So-called 'perfect' language usage, while admirable and lofty as a goal, often sounds foreign to our conditioned ears when practiced.  If one were to hold back the progress of language, then humankind would still be speaking in ancient Amoritic (or perhaps more likely, Neanderthal grunts and gestures).   

That being said, I still refuse to use the words 'busted, a'int, app, and tweet', or the like!


----------



## PenPal (Oct 30, 2013)

This reminds me of the young son who asked his Mum where do we come from mother proceeds with her best new version of the birds and bees son replies oh Fred next door comes from Canada.

Probably best to find out the root of the question sometimes.

Kind regards Peter.


----------



## LagniappeRob (Oct 30, 2013)

dwarmbrodt said:


> "excuse me, can I ask you a question?"
> 
> "You just did...."




Or ...

Yes, 1 per day. That was today's.
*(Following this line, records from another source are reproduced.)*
/** Route module for / (lazy-loaded): the signed-in role's own home. */
export { HomePage as Component } from './HomePage';
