from .errors import InputError
from .fileio import atomic_write_text, check_writable, read_toml
from .physics.spl import REFERENCE_PRESSURE_PA, spl_to_pressure_pa

if TYPE_CHECKING:
    import numpy as np
    from numpy.typing import NDArray

__all__ = [
    "SCHEMA",
    "REFERENCE_PRESSURE_PA",
    "BLOCK_S",
    "MIN_STABLE_S",
    "MIN_PURITY",
    "STABILITY_DB",
    "ToneReading",
    "ChannelCalibration",
    "RelativeCalibration",
    "Calibration",
    "analyze_tone",
    "sensitivity_from_tone",
    "relative_from_swap",
    "write_calibration",
    "read_calibration",
]

SCHEMA = "characterize.calibration/1"
#: Length of the blocks whose tone level is compared, s.
BLOCK_S = 0.1
#: Shortest stretch of stable tone accepted, s. Calibrators settle within a
#: second or two of being switched on and hold their level within about
#: 0.1 dB (class 1; IEC 60942 tolerances UNVERIFIED here, see the physics
#: sheet section 10), so a 1 s stretch within the band below is ample.
MIN_STABLE_S = 1.0
#: Fraction of the block power the tone must carry (noise and distortion at
#: least 10 dB below it; common practice for a calibrator in a quiet room).
MIN_PURITY = 0.9
#: Largest level spread (max - min of the 0.1 s blocks) in a stable stretch, dB.
STABILITY_DB = 0.4
#: Peak at or above this is treated as clipped (full scale = 1).
CLIP_PEAK = 0.999


@dataclass(frozen=True, slots=True)
class ToneReading:
    """A calibrator tone found in a recording.

    Attributes
    ----------
    frequency_hz : float
        Tone frequency, Hz.
    rms_fs : float
        RMS of the tone over the stable stretch, full scale (1 = full scale peak).
    level_dbfs : float
        20 log10(rms_fs), dB re full scale (a full-scale sine is -3.01 dBFS).
    start_s, stable_s : float
        Start and length of the stable stretch used, s.
    spread_db : float
        Level spread (max - min of its 0.1 s blocks) over the stretch, dB.
    purity : float
        Fraction of the stretch's power in the tone, 1.
    """

    frequency_hz: float
    rms_fs: float
    level_dbfs: float
    start_s: float
    stable_s: float
    spread_db: float
    purity: float

    def to_dict(self) -> dict[str, float]:
        return {k: float(getattr(self, k)) for k in self.__slots__}  # type: ignore[attr-defined]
Come back tomorrow and try again.


----------



## Russianwolf (Oct 30, 2013)

KBs Pensnmore said:


> Adillo303 said:
> 
> 
> > One of of my favorites.
> ...



Some of my favorite old ones

"Joe's Pool Hall, Cueball speaking"

"Grey's Mortuary, You stab 'em, we slab 'em"


----------



## Russianwolf (Oct 30, 2013)

KBs Pensnmore said:


> Russianwolf said:
> 
> 
> > good answers for "What time is it" or "can you tell me what time it is"
> ...



Does sound kinda like him, doesn't it. 

But I'm not nearly that nerdy.

Trivia question for you. How long does it take the earth to spin on its axis exactly once?


----------



## maxwell_smart007 (Oct 30, 2013)

Russianwolf said:


> KBs Pensnmore said:
> 
> 
> > Russianwolf said:
> ...



1/365.25 of a year, give or take a few minutes!


----------



## Kretzky (Oct 30, 2013)

<<Trivia question for you. How long does it take the earth to spin on its axis exactly once?>>


The earth's *average* rotation period:
86,164.098 903 691 seconds which equates to one (solar) day. But that's slightly less than 24 hours (23.934) or 1436.068 minutes.
Sheldon


----------



## Curly (Oct 30, 2013)

Kretzky said:


> <<Trivia question for you. How long does it take the earth to spin on its axis exactly once?>>
> 
> 
> The earth's *average* rotation period:
> ...



When I am at work it seems a lot longer. :crying:

:wink:


----------



## Russianwolf (Oct 30, 2013)

yep

most people think 24 hours which is noon to noon. Problem is the earth has moved around the sun slightly in that time so has to over rotate slightly to get back to noon. So one spin is roughly 23 hours and 56 minutes. Very important when you are tracking a star in a telescope for a photo.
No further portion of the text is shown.